## Exercise
Look through the data below for the line with "double min = values.Min(), max", and transcribe it exactly together with each line after it up to and including the line with "double c = Math.Round(((target.Low". Give nothing else.

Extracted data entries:

───

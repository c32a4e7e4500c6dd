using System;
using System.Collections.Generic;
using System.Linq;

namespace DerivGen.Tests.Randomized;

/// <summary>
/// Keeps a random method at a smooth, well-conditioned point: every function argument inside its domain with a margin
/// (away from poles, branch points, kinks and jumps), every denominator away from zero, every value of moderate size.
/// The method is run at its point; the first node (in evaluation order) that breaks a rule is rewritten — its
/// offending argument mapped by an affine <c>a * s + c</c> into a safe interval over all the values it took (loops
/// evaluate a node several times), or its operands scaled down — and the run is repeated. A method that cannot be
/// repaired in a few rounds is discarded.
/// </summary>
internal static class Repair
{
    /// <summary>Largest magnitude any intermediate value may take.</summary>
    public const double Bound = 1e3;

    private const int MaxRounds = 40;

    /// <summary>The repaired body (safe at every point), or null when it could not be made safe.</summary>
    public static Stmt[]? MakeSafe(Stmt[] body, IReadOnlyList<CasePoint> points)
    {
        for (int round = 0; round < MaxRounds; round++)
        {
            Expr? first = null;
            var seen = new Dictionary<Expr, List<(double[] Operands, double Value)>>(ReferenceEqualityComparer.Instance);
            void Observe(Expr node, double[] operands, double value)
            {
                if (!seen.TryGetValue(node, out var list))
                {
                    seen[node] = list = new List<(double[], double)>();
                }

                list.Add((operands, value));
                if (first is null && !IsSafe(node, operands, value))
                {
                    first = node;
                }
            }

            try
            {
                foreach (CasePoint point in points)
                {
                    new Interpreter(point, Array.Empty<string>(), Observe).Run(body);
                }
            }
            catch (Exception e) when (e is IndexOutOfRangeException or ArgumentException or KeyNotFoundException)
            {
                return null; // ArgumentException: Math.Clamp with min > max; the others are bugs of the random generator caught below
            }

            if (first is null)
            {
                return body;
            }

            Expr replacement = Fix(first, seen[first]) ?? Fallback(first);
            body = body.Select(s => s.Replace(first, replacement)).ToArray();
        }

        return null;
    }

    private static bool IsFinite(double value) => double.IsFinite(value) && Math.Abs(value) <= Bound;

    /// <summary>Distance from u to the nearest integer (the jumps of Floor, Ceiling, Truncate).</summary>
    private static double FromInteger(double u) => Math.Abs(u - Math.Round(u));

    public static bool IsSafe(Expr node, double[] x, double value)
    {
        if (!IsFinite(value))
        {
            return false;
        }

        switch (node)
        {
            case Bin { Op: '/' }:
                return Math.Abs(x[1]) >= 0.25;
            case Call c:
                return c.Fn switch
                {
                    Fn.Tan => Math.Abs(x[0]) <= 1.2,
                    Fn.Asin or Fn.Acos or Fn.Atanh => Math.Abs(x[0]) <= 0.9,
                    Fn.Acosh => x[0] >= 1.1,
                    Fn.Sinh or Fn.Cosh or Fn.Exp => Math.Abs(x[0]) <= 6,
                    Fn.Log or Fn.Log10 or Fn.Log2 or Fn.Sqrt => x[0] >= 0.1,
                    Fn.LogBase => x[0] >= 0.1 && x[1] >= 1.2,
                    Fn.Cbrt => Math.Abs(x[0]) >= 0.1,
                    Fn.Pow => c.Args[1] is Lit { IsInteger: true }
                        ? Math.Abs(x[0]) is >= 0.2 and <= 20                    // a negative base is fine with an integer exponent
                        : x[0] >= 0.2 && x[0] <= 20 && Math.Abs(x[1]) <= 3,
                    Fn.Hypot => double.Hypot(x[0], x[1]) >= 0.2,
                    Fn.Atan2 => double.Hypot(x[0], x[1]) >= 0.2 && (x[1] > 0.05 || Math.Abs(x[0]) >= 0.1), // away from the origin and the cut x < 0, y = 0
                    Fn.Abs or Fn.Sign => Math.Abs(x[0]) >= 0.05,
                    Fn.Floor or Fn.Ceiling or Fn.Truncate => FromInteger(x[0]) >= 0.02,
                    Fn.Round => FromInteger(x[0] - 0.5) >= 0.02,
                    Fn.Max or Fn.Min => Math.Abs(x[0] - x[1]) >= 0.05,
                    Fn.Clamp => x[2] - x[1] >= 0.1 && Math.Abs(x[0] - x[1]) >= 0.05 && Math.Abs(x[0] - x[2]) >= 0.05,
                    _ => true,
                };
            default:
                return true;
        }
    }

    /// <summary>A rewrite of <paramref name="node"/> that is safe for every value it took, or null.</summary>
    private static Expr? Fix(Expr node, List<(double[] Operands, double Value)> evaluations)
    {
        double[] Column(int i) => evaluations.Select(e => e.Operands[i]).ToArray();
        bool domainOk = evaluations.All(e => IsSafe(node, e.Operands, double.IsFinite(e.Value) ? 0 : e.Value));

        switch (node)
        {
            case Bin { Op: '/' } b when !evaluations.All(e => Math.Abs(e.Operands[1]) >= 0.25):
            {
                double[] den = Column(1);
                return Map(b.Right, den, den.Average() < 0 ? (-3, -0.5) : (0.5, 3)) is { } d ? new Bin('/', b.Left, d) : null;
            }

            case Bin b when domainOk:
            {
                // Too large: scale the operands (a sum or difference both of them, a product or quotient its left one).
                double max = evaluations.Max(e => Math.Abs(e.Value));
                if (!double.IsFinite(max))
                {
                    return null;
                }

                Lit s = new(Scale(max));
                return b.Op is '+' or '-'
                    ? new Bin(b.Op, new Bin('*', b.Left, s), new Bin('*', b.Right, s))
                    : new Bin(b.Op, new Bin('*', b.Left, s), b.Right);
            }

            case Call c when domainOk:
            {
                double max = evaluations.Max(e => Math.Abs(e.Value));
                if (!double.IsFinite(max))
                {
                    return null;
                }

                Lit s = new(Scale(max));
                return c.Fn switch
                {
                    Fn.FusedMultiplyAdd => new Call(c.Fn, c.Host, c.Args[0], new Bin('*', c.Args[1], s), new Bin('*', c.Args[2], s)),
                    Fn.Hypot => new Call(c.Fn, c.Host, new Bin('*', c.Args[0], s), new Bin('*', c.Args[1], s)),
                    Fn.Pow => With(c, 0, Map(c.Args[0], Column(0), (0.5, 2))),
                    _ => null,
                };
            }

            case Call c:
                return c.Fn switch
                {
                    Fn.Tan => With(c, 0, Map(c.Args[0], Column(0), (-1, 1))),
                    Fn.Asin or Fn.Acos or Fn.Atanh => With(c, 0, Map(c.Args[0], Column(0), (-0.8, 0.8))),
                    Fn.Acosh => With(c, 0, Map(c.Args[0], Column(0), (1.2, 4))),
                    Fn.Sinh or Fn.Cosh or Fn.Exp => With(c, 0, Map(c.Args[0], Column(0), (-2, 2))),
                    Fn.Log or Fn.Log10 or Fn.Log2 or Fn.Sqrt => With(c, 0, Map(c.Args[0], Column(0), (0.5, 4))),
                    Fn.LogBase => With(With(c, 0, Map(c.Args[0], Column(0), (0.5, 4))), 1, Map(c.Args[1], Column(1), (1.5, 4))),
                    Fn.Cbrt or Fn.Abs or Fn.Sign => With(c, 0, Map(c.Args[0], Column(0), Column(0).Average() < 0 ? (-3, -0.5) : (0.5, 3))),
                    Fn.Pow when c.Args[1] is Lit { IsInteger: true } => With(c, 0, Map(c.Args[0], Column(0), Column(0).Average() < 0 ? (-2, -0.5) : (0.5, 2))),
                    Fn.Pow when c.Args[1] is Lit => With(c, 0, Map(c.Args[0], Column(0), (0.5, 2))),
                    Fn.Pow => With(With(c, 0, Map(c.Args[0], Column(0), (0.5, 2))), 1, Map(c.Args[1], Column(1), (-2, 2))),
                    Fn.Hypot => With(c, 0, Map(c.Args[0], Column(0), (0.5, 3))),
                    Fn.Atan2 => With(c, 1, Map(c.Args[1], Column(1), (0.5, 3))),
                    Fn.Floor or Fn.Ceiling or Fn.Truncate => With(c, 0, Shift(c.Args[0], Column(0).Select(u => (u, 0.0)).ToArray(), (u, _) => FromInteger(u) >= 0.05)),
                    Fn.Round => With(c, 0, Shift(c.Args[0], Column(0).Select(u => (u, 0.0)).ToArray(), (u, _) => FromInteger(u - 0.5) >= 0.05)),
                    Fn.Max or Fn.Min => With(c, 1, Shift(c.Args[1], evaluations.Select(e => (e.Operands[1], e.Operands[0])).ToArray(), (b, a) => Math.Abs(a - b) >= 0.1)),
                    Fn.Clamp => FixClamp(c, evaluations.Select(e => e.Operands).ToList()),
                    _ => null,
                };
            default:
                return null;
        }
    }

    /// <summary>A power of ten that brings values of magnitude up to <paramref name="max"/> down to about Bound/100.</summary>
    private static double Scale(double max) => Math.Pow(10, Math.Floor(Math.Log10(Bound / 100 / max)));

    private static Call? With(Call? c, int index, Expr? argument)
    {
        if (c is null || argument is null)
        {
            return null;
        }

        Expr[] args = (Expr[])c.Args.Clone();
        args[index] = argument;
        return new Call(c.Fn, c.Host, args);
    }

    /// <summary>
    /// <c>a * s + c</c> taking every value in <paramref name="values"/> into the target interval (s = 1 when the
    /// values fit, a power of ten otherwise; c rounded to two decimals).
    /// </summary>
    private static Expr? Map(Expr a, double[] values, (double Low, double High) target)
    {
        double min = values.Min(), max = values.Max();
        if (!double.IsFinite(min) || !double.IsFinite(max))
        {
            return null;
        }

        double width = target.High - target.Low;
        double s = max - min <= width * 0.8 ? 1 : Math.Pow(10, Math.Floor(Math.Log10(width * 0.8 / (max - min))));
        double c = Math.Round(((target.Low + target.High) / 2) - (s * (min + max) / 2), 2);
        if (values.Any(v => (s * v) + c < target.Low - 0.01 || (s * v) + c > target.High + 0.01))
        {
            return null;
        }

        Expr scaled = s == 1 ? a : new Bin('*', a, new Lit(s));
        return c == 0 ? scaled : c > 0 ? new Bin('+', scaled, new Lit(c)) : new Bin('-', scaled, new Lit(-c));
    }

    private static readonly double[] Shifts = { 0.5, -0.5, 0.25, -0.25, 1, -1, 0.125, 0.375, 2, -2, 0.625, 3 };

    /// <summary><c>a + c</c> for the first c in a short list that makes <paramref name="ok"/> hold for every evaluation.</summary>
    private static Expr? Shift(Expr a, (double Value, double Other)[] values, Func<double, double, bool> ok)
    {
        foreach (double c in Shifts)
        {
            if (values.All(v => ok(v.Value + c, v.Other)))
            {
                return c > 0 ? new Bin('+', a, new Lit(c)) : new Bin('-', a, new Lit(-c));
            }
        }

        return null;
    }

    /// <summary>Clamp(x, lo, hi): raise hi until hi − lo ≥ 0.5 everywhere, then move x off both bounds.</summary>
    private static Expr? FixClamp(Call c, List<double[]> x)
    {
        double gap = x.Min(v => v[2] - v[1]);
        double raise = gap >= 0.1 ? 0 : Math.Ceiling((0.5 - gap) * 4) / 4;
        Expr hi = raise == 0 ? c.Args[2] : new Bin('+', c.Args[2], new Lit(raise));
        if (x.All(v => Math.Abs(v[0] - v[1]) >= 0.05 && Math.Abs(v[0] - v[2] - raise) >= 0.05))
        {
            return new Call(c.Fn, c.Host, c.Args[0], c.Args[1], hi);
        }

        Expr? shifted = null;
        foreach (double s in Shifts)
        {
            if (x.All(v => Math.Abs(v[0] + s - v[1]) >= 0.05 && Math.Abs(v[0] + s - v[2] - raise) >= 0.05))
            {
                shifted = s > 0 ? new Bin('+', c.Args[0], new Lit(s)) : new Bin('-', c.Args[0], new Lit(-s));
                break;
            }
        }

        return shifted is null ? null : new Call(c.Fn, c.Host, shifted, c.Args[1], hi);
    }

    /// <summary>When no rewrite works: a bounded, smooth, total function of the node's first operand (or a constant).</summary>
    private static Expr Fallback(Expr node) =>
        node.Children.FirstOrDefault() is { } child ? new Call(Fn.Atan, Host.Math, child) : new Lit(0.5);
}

───

## Reply
        double min = values.Min(), max = values.Max();
        if (!double.IsFinite(min) || !double.IsFinite(max))
        {
            return null;
        }

        double width = target.High - target.Low;
        double s = max - min <= width * 0.8 ? 1 : Math.Pow(10, Math.Floor(Math.Log10(width * 0.8 / (max - min))));
        double c = Math.Round(((target.Low + target.High) / 2) - (s * (min + max) / 2), 2);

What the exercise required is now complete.